-- Task instructions --
Please give back only the lines below from the one containing "now = _dt.datetime.now(_dt.timezone.utc).replace(microsecond=0)" to the one containing "def _header_markdown(h: dict)", each repeated word for word, both ends included.

-- Supplied material --
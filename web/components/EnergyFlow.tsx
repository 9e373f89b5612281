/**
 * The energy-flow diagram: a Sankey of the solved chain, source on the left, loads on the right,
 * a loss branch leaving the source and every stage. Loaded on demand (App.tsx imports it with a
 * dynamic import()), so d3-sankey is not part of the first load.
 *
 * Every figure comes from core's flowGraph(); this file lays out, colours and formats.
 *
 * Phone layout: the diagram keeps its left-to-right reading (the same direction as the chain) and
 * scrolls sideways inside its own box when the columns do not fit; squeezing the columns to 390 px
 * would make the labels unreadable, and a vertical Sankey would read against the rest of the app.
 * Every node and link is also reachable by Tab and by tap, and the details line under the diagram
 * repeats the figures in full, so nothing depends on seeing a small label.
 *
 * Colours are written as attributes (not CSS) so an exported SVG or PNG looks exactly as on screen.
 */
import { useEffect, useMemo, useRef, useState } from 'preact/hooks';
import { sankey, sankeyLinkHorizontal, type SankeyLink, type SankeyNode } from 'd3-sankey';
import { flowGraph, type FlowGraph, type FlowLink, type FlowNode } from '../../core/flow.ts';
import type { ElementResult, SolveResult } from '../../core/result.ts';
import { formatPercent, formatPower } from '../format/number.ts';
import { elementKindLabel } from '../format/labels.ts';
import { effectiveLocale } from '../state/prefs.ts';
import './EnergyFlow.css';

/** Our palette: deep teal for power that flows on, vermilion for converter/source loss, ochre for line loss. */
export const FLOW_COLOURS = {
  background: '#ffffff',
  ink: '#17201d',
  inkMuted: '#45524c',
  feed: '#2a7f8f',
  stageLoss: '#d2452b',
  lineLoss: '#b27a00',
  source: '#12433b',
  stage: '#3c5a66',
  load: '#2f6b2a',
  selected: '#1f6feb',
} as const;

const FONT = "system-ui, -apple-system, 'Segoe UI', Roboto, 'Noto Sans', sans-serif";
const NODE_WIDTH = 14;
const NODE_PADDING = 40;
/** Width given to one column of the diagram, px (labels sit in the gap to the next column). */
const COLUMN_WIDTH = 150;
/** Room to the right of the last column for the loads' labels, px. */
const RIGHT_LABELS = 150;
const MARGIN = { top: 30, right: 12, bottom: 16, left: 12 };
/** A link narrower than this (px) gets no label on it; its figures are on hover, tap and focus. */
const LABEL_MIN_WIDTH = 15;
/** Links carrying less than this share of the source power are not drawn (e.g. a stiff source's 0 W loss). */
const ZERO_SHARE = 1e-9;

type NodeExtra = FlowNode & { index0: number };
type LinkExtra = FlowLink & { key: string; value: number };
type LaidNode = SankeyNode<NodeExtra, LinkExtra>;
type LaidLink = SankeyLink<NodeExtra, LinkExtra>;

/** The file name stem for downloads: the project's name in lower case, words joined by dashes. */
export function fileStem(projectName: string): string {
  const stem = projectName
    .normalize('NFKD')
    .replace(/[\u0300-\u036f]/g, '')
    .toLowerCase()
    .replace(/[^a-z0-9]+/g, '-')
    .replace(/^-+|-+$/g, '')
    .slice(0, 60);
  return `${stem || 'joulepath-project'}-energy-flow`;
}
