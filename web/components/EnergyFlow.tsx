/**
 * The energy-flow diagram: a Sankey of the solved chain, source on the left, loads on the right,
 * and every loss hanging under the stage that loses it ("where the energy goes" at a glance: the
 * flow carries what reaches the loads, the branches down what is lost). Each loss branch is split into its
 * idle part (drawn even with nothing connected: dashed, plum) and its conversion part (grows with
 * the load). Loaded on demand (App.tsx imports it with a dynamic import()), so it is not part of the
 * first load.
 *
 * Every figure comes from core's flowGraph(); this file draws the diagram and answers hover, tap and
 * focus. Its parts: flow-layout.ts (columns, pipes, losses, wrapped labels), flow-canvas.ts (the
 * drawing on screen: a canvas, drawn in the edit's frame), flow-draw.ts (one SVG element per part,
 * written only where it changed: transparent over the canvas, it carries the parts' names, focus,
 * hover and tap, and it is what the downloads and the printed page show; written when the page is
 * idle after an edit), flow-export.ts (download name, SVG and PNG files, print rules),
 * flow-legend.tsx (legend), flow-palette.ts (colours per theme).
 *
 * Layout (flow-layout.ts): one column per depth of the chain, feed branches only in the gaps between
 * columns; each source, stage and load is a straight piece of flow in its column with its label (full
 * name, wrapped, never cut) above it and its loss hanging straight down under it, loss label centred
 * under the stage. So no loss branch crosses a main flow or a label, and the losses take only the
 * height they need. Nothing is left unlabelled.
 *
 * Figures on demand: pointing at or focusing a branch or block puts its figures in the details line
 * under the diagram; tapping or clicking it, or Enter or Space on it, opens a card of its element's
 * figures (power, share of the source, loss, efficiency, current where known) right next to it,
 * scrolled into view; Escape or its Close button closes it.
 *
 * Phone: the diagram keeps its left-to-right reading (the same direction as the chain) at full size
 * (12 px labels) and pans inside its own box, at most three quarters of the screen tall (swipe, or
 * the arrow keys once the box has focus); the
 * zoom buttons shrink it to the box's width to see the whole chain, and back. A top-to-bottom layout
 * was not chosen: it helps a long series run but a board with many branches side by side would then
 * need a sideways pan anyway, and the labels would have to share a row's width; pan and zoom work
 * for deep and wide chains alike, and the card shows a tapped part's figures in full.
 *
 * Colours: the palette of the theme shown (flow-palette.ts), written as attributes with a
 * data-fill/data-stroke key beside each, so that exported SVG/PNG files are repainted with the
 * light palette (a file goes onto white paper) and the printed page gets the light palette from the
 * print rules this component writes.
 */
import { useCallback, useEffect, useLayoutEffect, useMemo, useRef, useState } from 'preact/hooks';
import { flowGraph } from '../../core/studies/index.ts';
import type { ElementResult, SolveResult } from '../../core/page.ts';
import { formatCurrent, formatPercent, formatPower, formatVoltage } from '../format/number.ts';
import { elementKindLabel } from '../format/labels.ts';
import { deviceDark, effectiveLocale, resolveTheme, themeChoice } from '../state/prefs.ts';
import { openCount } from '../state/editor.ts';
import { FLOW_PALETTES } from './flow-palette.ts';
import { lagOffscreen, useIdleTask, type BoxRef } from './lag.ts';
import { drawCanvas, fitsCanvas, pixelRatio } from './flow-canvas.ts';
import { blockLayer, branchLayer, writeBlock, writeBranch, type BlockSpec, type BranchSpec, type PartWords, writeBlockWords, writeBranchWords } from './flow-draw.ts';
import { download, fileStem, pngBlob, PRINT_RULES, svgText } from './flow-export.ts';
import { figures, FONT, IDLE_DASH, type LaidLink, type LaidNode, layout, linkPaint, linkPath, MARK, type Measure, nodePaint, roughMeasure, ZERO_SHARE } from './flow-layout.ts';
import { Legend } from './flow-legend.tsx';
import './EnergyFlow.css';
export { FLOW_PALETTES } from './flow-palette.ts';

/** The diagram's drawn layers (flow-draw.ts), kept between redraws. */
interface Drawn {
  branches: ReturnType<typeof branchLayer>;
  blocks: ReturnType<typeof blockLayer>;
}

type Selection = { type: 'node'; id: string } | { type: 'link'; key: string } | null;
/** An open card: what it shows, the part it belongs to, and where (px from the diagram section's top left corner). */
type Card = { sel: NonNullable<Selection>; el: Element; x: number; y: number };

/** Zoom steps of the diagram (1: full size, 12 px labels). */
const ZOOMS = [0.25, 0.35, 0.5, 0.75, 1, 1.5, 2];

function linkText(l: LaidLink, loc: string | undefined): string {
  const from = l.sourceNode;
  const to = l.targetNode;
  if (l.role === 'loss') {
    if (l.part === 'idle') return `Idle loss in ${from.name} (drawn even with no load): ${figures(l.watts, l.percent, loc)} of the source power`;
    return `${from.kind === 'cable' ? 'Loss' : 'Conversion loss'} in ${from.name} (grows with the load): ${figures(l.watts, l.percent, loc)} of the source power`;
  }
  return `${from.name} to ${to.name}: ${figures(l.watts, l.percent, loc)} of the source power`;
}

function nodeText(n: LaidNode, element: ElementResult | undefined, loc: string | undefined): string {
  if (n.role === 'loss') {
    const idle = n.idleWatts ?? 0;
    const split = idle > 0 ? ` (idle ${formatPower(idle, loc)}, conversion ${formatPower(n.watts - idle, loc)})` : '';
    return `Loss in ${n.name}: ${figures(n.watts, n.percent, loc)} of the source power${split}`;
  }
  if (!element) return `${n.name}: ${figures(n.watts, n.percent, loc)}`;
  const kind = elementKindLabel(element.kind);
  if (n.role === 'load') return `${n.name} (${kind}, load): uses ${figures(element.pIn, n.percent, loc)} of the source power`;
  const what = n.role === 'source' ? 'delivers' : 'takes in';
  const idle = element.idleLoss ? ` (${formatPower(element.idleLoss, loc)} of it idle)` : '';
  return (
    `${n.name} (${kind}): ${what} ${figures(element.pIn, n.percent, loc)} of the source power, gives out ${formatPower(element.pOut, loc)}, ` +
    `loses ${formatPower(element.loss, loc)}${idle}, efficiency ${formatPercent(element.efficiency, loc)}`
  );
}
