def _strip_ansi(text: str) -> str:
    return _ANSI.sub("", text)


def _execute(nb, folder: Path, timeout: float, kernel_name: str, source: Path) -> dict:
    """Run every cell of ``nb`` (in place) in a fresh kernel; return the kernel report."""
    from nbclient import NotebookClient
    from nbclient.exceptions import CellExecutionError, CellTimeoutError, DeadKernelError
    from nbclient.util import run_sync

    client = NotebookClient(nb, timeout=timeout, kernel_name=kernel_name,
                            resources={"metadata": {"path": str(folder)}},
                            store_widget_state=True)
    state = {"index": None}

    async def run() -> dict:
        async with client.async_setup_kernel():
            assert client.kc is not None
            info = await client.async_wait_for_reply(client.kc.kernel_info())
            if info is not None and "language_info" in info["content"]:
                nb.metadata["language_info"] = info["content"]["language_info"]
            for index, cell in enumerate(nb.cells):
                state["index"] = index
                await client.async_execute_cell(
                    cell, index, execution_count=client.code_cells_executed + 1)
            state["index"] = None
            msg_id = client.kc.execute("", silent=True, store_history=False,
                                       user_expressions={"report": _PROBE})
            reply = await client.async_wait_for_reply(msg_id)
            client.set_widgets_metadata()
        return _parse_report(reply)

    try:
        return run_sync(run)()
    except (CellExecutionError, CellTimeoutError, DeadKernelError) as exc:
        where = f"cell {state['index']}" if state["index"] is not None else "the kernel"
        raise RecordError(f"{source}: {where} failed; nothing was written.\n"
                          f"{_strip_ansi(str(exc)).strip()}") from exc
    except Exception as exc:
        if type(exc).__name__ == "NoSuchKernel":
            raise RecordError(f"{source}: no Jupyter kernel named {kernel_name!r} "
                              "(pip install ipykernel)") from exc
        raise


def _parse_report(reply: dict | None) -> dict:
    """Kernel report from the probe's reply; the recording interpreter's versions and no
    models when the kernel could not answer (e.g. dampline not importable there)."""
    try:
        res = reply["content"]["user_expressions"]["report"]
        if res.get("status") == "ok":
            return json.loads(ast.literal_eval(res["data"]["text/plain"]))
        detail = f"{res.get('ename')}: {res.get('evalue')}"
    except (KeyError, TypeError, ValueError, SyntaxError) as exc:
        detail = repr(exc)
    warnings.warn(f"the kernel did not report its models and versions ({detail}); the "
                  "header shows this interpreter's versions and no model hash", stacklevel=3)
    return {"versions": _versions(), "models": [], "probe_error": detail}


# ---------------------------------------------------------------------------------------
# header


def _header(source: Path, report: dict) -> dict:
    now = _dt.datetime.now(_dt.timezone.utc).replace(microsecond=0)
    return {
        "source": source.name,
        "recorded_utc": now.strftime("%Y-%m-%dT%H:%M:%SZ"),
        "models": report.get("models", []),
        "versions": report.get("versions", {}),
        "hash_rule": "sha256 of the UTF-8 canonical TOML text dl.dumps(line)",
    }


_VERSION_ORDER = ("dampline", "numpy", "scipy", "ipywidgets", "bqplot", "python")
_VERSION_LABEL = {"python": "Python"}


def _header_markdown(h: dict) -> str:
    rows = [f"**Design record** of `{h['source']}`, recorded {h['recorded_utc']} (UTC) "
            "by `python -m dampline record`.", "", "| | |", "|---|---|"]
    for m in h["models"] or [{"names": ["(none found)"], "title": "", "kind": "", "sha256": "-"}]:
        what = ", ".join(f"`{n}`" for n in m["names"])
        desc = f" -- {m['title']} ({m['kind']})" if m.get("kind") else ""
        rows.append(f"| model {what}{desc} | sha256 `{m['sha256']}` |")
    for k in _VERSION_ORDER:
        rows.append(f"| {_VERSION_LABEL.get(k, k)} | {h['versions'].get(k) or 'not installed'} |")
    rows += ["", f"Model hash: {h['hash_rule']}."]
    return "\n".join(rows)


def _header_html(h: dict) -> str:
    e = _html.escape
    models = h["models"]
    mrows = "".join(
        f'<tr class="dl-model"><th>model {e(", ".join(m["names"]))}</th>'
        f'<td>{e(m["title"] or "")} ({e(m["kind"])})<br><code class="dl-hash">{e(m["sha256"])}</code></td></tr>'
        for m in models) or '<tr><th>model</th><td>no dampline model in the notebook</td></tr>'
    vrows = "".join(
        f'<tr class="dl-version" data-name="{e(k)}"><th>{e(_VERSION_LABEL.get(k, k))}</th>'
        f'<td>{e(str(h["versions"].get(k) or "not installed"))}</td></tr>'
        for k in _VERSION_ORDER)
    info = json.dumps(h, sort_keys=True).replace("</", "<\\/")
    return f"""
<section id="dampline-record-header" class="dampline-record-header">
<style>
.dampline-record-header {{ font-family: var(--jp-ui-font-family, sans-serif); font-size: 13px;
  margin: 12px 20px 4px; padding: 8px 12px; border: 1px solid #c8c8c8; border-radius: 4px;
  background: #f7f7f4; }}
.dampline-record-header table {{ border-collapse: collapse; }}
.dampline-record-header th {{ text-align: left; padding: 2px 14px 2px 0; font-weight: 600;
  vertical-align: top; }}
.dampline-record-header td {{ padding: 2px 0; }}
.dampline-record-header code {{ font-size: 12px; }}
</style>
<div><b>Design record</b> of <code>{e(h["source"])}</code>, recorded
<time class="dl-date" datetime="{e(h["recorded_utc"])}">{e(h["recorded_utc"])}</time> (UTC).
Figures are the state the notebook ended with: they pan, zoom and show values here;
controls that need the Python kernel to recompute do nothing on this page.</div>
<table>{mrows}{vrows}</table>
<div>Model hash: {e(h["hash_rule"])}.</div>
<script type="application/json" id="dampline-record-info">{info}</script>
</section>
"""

-- Result --
    now = _dt.datetime.now(_dt.timezone.utc).replace(microsecond=0)
    return {
        "source": source.name,
        "recorded_utc": now.strftime("%Y-%m-%dT%H:%M:%SZ"),
        "models": report.get("models", []),
        "versions": report.get("versions", {}),
        "hash_rule": "sha256 of the UTF-8 canonical TOML text dl.dumps(line)",
    }


_VERSION_ORDER = ("dampline", "numpy", "scipy", "ipywidgets", "bqplot", "python")
_VERSION_LABEL = {"python": "Python"}


def _header_markdown(h: dict) -> str:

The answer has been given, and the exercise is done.